ASSIGNMENT: Would you please return the lines of the entries below starting at the line that has "def _only_for(key: str)" and ending at the line that has "n = cv.integer(ctx, raw, path, minimum=2)", both included, exactly as they are?

Saved entries
* * *
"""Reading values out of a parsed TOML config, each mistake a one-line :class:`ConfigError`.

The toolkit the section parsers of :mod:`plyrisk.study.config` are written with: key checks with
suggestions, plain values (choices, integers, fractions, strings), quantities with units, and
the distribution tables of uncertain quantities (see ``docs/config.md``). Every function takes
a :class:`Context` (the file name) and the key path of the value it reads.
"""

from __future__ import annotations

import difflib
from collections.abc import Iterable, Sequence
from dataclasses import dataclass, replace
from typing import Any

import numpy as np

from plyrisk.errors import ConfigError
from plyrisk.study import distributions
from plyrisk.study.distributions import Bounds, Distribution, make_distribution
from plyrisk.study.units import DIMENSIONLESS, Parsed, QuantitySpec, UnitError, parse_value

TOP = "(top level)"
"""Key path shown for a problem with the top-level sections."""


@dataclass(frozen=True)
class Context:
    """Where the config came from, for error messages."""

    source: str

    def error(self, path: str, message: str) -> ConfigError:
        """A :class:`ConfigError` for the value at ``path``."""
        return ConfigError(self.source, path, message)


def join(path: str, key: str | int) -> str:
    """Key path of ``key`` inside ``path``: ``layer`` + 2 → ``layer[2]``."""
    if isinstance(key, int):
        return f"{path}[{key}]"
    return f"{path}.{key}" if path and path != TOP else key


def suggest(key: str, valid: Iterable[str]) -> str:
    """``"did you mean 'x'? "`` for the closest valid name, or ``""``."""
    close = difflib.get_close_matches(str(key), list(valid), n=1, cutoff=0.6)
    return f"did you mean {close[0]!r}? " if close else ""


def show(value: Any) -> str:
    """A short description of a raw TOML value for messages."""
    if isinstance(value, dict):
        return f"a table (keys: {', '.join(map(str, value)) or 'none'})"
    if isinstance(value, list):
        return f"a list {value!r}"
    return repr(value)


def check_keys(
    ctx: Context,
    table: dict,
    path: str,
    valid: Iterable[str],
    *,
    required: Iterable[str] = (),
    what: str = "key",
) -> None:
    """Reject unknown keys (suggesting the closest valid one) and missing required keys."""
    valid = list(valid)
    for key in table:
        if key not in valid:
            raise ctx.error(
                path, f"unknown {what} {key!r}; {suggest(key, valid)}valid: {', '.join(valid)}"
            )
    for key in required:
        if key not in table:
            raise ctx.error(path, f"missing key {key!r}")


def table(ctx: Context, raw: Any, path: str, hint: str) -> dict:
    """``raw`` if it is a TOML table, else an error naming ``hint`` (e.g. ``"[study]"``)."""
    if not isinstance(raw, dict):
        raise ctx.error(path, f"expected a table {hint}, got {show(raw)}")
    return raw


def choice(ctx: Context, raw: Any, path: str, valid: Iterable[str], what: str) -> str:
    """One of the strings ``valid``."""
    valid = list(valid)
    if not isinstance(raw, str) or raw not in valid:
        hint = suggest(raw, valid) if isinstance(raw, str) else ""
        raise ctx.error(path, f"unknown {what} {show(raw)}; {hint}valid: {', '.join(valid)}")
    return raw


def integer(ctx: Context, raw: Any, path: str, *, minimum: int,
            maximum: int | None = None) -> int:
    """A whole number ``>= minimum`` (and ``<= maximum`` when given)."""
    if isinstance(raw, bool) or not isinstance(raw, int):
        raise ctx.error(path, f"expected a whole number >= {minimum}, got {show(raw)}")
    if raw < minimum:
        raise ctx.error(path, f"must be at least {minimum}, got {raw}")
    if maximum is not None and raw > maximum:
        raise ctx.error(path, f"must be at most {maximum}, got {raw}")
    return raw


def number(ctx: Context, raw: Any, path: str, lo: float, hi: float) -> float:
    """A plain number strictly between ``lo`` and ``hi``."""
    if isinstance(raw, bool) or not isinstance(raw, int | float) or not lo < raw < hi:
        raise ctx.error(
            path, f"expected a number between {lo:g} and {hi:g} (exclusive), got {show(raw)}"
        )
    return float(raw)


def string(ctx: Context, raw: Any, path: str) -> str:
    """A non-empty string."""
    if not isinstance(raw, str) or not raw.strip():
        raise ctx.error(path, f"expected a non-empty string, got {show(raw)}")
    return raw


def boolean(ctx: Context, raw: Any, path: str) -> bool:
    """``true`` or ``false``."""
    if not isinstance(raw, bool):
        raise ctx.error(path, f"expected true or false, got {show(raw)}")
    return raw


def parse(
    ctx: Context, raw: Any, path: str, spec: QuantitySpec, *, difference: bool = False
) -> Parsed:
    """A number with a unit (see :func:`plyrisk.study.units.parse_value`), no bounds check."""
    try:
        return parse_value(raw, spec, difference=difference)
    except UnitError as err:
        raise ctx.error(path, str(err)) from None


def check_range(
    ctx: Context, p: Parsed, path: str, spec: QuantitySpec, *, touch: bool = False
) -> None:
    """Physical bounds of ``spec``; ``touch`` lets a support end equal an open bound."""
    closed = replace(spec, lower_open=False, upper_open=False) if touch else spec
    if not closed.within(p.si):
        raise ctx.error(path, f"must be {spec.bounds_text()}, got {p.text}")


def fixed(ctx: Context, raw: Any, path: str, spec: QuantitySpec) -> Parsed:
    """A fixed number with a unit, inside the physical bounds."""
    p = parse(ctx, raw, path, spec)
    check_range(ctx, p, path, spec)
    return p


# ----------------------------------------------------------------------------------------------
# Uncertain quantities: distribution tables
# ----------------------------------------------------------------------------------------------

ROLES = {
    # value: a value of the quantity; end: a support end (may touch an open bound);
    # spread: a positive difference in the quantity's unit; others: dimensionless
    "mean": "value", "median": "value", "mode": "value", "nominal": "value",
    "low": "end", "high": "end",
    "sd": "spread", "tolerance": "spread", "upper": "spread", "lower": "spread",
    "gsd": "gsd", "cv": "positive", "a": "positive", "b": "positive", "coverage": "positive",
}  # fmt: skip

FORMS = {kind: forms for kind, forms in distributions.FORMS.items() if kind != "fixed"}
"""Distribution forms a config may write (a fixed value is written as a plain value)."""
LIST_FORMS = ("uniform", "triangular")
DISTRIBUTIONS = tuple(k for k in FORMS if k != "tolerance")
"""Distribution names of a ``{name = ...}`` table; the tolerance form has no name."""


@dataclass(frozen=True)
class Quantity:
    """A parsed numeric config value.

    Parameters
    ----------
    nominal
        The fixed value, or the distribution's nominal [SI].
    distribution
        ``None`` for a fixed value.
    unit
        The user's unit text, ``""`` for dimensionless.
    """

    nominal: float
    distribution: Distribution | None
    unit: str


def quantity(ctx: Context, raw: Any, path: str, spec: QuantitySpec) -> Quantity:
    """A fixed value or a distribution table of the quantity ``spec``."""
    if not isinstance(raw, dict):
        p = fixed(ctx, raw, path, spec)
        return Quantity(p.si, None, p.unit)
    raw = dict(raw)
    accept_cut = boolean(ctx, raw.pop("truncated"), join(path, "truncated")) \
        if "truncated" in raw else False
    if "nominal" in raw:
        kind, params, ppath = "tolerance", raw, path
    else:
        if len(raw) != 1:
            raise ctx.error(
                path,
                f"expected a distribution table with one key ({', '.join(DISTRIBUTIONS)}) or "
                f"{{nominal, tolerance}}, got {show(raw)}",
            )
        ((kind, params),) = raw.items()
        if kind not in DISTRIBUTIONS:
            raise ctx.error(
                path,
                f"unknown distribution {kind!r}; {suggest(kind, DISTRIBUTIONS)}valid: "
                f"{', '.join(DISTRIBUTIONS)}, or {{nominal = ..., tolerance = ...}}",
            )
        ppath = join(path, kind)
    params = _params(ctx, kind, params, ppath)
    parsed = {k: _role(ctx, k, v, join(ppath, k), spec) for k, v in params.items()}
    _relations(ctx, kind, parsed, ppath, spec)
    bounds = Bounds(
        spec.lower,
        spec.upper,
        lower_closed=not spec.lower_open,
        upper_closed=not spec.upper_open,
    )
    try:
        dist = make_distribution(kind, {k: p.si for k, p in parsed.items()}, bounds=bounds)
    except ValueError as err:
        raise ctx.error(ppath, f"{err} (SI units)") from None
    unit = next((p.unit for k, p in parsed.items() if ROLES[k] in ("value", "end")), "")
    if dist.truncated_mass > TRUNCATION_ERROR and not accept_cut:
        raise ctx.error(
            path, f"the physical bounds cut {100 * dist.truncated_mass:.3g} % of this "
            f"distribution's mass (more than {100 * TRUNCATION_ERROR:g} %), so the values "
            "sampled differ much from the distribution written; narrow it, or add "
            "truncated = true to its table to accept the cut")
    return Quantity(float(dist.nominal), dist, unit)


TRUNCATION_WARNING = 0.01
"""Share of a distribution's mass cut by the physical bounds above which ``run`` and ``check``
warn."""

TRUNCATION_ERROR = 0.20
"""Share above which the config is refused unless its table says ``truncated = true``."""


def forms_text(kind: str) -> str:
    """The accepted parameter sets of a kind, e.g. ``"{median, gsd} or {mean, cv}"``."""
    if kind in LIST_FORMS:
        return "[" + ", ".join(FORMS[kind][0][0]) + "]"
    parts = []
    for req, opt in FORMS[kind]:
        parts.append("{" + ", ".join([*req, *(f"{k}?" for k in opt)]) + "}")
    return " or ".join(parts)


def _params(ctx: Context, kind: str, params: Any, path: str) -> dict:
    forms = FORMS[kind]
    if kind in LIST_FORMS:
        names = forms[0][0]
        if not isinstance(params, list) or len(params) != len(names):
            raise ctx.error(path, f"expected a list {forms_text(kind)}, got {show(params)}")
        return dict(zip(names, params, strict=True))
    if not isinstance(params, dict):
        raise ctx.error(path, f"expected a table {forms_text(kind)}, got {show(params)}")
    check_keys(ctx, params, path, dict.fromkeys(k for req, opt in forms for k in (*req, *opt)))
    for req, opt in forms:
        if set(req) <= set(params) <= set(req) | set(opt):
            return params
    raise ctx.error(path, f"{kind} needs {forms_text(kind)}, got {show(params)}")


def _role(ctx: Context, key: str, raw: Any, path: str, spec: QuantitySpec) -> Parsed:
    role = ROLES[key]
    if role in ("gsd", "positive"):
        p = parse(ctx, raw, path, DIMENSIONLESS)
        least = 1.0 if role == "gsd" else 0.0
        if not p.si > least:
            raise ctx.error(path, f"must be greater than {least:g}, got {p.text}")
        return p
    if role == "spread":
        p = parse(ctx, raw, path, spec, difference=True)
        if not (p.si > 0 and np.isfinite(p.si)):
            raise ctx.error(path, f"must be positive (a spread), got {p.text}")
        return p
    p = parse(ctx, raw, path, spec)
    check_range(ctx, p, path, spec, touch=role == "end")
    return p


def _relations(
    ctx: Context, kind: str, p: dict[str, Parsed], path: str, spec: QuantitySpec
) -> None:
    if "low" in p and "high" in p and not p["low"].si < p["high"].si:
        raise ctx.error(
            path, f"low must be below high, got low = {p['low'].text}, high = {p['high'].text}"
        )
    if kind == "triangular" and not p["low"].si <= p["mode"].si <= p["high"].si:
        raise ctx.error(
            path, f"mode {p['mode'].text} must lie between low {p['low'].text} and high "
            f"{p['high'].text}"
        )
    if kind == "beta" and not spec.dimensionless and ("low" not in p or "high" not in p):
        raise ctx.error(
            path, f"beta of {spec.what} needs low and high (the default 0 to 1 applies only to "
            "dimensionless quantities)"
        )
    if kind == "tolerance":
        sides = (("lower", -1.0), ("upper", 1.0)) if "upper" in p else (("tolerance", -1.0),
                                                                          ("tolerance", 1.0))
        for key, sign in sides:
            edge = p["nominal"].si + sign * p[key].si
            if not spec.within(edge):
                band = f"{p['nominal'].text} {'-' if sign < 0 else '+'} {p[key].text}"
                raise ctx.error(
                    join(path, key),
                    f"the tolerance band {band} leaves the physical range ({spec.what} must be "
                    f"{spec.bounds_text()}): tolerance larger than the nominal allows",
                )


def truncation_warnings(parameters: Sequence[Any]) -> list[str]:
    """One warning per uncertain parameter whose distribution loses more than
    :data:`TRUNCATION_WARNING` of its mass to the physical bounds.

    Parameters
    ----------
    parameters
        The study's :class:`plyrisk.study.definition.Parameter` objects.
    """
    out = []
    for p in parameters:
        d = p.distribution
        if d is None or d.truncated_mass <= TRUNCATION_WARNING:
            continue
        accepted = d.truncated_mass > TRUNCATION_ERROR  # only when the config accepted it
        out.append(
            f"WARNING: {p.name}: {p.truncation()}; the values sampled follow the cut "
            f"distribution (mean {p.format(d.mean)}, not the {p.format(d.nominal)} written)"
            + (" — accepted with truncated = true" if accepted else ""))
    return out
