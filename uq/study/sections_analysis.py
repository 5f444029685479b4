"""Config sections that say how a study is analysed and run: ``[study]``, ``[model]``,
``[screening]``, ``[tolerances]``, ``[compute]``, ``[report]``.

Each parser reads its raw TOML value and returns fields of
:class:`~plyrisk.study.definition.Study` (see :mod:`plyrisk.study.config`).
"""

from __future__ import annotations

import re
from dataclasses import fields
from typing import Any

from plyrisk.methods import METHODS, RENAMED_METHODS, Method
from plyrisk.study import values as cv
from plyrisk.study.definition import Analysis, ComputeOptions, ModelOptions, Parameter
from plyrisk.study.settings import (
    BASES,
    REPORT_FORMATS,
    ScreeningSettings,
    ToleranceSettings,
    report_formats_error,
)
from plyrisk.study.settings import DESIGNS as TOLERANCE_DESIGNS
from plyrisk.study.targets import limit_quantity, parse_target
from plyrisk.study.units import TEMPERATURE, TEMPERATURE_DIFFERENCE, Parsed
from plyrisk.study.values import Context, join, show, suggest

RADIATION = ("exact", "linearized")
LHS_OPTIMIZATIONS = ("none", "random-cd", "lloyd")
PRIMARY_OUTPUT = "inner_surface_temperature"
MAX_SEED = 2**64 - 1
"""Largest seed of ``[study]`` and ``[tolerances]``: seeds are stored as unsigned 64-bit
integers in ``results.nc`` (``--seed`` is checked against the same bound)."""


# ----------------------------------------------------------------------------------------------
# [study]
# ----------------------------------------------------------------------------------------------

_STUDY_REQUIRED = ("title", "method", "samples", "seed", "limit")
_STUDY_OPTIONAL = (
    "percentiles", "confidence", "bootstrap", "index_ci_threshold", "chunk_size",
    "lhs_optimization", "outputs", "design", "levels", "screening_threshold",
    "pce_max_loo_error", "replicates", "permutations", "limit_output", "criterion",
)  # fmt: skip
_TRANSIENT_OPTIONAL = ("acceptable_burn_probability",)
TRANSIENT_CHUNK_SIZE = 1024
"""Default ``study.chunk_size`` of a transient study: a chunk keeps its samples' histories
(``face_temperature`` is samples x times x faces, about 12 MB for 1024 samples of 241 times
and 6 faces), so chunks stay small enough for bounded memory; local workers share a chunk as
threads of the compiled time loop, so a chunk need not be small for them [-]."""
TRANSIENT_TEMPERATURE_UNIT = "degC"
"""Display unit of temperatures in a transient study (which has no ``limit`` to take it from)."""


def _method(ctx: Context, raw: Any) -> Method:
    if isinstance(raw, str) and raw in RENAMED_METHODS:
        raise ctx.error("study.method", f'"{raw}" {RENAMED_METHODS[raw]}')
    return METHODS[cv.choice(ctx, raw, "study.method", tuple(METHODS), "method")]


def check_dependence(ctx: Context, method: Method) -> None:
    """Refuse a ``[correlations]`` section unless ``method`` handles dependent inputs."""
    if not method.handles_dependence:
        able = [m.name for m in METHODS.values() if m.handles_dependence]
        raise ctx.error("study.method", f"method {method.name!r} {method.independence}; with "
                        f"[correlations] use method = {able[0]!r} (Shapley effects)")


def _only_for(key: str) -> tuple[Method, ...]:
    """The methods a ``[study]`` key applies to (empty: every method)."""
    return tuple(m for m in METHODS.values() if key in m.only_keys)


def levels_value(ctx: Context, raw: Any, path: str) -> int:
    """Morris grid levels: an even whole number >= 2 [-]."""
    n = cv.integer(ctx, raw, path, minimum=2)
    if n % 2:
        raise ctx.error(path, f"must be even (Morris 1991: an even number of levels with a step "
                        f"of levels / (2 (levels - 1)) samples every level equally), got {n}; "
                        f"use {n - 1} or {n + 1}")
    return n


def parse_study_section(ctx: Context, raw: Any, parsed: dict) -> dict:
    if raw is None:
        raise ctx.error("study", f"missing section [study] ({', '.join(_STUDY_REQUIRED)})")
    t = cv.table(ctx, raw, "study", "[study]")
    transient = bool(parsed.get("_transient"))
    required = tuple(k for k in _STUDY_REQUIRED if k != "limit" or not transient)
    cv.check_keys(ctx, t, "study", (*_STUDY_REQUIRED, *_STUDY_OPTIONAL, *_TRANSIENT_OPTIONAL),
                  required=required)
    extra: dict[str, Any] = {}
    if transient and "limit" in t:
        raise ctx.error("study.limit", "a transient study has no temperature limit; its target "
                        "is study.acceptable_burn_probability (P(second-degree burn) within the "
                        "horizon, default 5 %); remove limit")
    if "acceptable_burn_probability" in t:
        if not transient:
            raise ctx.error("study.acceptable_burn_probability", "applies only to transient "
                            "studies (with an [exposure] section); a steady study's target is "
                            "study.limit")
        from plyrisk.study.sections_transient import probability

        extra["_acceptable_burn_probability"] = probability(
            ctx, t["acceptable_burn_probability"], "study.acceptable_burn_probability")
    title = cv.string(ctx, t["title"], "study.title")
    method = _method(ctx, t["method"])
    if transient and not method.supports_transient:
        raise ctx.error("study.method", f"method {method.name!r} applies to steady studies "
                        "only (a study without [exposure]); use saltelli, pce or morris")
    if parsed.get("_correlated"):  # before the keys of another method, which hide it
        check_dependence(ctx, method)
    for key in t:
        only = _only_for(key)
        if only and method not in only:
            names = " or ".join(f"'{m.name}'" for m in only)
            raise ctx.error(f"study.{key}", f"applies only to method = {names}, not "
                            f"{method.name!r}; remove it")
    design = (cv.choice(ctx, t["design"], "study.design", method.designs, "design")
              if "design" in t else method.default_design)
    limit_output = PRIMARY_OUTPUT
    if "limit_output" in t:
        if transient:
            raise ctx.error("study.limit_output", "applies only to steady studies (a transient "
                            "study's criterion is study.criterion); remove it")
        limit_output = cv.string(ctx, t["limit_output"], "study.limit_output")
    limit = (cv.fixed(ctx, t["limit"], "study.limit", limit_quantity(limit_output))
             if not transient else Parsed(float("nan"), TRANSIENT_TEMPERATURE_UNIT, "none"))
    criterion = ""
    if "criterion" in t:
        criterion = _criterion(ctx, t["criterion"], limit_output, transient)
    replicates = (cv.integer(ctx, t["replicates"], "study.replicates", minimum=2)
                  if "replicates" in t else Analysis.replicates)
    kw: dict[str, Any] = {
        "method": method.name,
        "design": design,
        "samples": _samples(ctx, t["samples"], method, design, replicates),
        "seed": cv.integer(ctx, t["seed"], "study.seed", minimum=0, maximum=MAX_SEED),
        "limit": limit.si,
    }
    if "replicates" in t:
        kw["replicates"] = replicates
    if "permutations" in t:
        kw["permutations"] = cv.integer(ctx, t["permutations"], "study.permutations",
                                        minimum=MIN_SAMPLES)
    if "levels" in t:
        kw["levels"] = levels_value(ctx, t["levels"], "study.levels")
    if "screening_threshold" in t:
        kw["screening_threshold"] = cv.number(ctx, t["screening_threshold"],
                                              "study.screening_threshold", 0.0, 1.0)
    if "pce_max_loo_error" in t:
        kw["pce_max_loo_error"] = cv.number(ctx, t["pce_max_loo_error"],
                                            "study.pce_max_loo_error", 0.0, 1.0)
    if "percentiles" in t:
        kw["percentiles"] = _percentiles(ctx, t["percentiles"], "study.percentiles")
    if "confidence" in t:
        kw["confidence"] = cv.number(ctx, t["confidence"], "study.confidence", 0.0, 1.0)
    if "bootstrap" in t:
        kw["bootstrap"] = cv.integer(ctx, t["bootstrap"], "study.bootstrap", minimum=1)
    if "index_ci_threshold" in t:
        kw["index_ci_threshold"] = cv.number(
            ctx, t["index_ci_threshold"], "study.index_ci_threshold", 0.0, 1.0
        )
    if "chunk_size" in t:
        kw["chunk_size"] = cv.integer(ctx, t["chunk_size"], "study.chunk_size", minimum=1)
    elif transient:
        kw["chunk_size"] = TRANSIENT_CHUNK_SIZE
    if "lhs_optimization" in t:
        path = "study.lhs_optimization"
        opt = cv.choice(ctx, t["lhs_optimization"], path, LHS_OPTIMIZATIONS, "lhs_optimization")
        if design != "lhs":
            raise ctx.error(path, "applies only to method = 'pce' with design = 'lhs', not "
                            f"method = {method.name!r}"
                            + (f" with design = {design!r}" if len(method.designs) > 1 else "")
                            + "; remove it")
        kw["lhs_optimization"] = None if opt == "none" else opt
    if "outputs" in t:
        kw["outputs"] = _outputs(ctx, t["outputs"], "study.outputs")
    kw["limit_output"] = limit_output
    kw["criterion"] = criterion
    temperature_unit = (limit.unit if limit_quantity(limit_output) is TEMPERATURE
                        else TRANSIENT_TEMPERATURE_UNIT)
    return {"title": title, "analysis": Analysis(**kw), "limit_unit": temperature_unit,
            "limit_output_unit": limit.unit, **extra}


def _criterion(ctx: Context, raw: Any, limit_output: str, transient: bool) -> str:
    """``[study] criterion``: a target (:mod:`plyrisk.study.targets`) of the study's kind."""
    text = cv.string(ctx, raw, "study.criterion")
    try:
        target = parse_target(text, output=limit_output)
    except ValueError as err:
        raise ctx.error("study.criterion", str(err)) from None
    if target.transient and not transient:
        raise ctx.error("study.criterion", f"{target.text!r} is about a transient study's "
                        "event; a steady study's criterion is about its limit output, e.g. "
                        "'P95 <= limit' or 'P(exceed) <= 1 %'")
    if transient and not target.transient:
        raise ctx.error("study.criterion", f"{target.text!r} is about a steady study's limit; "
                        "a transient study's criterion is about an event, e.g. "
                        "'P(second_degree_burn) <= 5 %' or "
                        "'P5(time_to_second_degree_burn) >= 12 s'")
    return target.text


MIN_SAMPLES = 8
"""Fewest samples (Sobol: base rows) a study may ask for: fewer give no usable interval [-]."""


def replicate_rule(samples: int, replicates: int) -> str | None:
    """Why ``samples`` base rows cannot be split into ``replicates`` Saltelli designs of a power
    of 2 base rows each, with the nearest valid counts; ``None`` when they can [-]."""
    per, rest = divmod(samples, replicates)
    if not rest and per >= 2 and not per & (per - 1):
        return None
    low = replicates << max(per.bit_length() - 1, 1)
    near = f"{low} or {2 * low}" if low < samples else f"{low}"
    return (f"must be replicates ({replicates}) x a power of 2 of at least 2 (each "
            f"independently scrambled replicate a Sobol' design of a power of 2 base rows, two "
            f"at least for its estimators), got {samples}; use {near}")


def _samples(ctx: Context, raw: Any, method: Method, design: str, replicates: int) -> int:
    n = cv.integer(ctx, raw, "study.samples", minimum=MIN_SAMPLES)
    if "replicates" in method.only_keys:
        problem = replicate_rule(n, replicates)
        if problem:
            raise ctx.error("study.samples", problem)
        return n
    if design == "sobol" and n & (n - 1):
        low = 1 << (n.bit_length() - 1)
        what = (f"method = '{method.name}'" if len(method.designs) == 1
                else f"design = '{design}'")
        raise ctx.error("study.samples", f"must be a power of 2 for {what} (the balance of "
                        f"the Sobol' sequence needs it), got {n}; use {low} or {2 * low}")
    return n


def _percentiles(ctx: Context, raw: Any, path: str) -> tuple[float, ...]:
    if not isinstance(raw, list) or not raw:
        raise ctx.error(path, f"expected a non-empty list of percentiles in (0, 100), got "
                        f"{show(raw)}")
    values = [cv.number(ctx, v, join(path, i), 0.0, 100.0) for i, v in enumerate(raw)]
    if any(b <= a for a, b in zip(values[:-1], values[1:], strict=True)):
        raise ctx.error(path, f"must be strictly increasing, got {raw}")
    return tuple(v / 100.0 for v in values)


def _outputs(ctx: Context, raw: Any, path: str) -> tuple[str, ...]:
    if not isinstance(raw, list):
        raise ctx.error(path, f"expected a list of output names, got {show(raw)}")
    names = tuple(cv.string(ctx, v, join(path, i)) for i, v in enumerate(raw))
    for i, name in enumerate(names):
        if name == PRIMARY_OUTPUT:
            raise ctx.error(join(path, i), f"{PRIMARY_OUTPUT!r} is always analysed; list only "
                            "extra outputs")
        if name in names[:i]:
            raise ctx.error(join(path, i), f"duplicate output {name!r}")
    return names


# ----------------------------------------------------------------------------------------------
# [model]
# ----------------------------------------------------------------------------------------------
* * *
ANSWER SECTION:
def _only_for(key: str) -> tuple[Method, ...]:
    """The methods a ``[study]`` key applies to (empty: every method)."""
    return tuple(m for m in METHODS.values() if key in m.only_keys)


def levels_value(ctx: Context, raw: Any, path: str) -> int:
    """Morris grid levels: an even whole number >= 2 [-]."""
    n = cv.integer(ctx, raw, path, minimum=2)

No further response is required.